Next, expansion stroke injection warm-up feedback control will be explained. FIG. 2 is a flowchart illustrating an example of expansion stroke injection warm-up feedback control executed by the ECU 70. The expansion stroke injection warm-up feedback control adjusts the ignition timing Tf based on the rotational speed Ne of the engine 12 and adjusts the ignition timing Tf based on the amount of retardation of the ignition timing Tf from the base ignition timing Tfbase until the warm-up end transition condition is satisfied. This is feedback control that adjusts the intake air amount. The repetition frequency of the expansion stroke injection warm-up feedback control is the frequency of repeating the calculation of the ignition timing Tf. For example, in the case of a 4-cylinder engine, it is the frequency of every 180 degrees of crank angle, and in the case of a 6-cylinder engine, it is every 180 degrees of crank angle. The frequency is every 120 degrees.

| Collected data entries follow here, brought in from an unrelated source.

import { BAND_WIDTH, bandReference, type SortedPastPaths } from './sortedPastPaths';

/**
 * Merges sorted runs of values, each shifted by a constant, into one sorted list, summing the
 * terms (as band-relative terms, see SortedPastPaths) of values that agree within a tolerance. A node whose parents (or children) hand it
 * sorted lists gets its own sorted list this way, without hashing or sorting.
 *
 * ## Method
 * The runs are copied side by side into one buffer, then merged pairwise, as in the merge phase of a
 * bottom-up merge sort (⌈log₂ k⌉ sequential passes for k runs), ping-ponging between two buffers; the
 * last pass writes into the target. Every pass merges values within the tolerance of the last value
 * written (keeping that one), so the many equal values that reach a node by several paths (columns
 * with equal totals) are summed as soon as two runs meet and later passes move fewer entries. A value
 * can so move by at most ⌈log₂ k⌉ tolerances, still far below any tie tolerance.
 */
export class SortedRunMerger {
  private values: Float64Array = new Float64Array(1024);
  private terms: Float64Array = new Float64Array(1024);
  private otherValues: Float64Array = new Float64Array(1024);
  private otherTerms: Float64Array = new Float64Array(1024);
  /** Run r occupies [starts[r], ends[r]) of the current buffer (merged runs leave gaps). */
  private starts: Int32Array = new Int32Array(16);
  private ends: Int32Array = new Int32Array(16);
  private runs = 0;
  private filled = 0;

  /** Adds entries [from, to) of `source`, each value increased by `shift`. */
  addRun(source: SortedPastPaths, from: number, to: number, shift: number): void {
    if (to <= from) return;
    const length = to - from;
    this.reserve(this.filled + length);
    if (this.runs === this.starts.length) {
      this.starts = grownCopy(this.starts);
      this.ends = grownCopy(this.ends);
    }
    const { values, terms } = this;
    const past = source.past;
    const term = source.term;
    let at = this.filled;
    // A shifted value may land in another band: its term is rescaled by exp(shift − bands moved·width).
    // Values ascend, so the bands are recomputed only when a value or its shifted value reaches the
    // top of its band (BAND_WIDTH is a power of two: value / BAND_WIDTH is exact).
    let sourceTop = -Infinity;
    let shiftedTop = -Infinity;
    let factor = 1;
    for (let q = from; q < to; q++, at++) {
      const source = past[q];
      const value = source + shift;
      if (source >= sourceTop || value >= shiftedTop) {
        const sourceBand = Math.floor(source / BAND_WIDTH);
        const shiftedBand = Math.floor(value / BAND_WIDTH);
        sourceTop = (sourceBand + 1) * BAND_WIDTH;
        shiftedTop = (shiftedBand + 1) * BAND_WIDTH;
        factor = Math.exp(shift - (shiftedBand - sourceBand) * BAND_WIDTH);
      }
      values[at] = value;
      terms[at] = term[q] * factor;
    }
    this.starts[this.runs] = this.filled;
    this.ends[this.runs] = at;
    this.runs += 1;
    this.filled = at;
  }

  /** Bytes held by the merge buffers. */
  bytes(): number {
    return this.values.length * 32;
  }

  /** Total entries in the runs added so far. */
  pending(): number {
    return this.filled;
  }

  /** Writes the merged runs into `target` (emptied first) and forgets the runs. */
  mergeInto(target: SortedPastPaths, tolerance: number): void {
    const { starts, ends } = this;
    let runs = this.runs;
    while (runs > 2) {
      const { values, terms, otherValues, otherTerms } = this;
      let kept = 0;
      for (let run = 0; run < runs; run += 2) {
        const start = starts[run];
        let end: number;
        if (run + 1 === runs) {
          end = ends[run];
          otherValues.set(values.subarray(start, end), start);
          otherTerms.set(terms.subarray(start, end), start);
        } else {
          end = mergePair(values, terms, start, ends[run], values, terms, starts[run + 1], ends[run + 1], otherValues, otherTerms, start, tolerance);
        }
        starts[kept] = start;
        ends[kept++] = end;
      }
      runs = kept;
      this.values = otherValues;
      this.terms = otherTerms;
      this.otherValues = values;
      this.otherTerms = terms;
    }
    target.count = 0;
    target.ensureCapacity(this.filled);
    const { values, terms } = this;
    if (runs === 2) {
      target.count = mergePair(values, terms, starts[0], ends[0], values, terms, starts[1], ends[1], target.past, target.term, 0, tolerance);
    } else if (runs === 1) {
      target.count = mergePair(values, terms, starts[0], ends[0], values, terms, ends[0], ends[0], target.past, target.term, 0, tolerance);
    }
    target.computePrefix();
    this.runs = 0;
    this.filled = 0;
  }

  private reserve(size: number): void {
    if (this.values.length >= size) return;
    const capacity = Math.max(size, 2 * this.values.length);
    const grow = (old: Float64Array): Float64Array => {
      const grown = new Float64Array(capacity);
      grown.set(old.subarray(0, this.filled));
      return grown;
    };
    this.values = grow(this.values);
    this.terms = grow(this.terms);
    this.otherValues = new Float64Array(capacity);
    this.otherTerms = new Float64Array(capacity);
  }
}

function grownCopy(values: Int32Array): Int32Array {
  const grown = new Int32Array(2 * values.length);
  grown.set(values);
  return grown;
}

/**
 * Merges [leftStart, leftEnd) of `leftValues`/`leftTerms` and [rightStart, rightEnd) of `rightValues`/
 * `rightTerms` into `outValues`/`outTerms` from `out` on, summing into the last written entry every value within `tolerance` of it (its term moved
 * to that entry's band when the two straddle a band edge). Returns the end of what was written.
 */
function mergePair(
  leftValues: Float64Array, leftTerms: Float64Array, leftStart: number, leftEnd: number,
  rightValues: Float64Array, rightTerms: Float64Array, rightStart: number, rightEnd: number, outValues: Float64Array, outTerms: Float64Array, out: number, tolerance: number,
): number {
  const first = out;
  let left = leftStart;
  let right = rightStart;
  let lastValue = -Infinity;
  let lastTop = NaN;
  while (left < leftEnd || right < rightEnd) {
    let value: number;
    let term: number;
    if (right >= rightEnd || (left < leftEnd && leftValues[left] <= rightValues[right])) {
      value = leftValues[left];
      term = leftTerms[left++];
    } else {
      value = rightValues[right];
      term = rightTerms[right++];
    }
    if (out > first && value - lastValue <= tolerance) {
      // The top of the last value's band, found once per entry that others merge into.
      if (lastTop !== lastTop) lastTop = bandReference(lastValue);
      outTerms[out - 1] += value < lastTop ? term : term * Math.exp(bandReference(value) - lastTop);
    } else {
      outValues[out] = value;
      outTerms[out++] = term;
      lastValue = value;
      lastTop = NaN;
    }
  }
  return out;
}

When the expansion stroke injection warm-up feedback control is executed, the ECU 70 first inputs the rotation speed Ne of the engine 12 (step S100), and calculates the difference (Ne -Neset), an ignition timing correction value Tk in feedback using a proportional term and an integral term is calculated (step S110). Then, the ignition timing Tf is calculated by adding the ignition timing correction value Tk to the base ignition timing Tfbase (step S120). Thereby, the ignition timing Tf can be retarded while maintaining the rotation speed of the engine 12 at the warm-up rotation speed Nset.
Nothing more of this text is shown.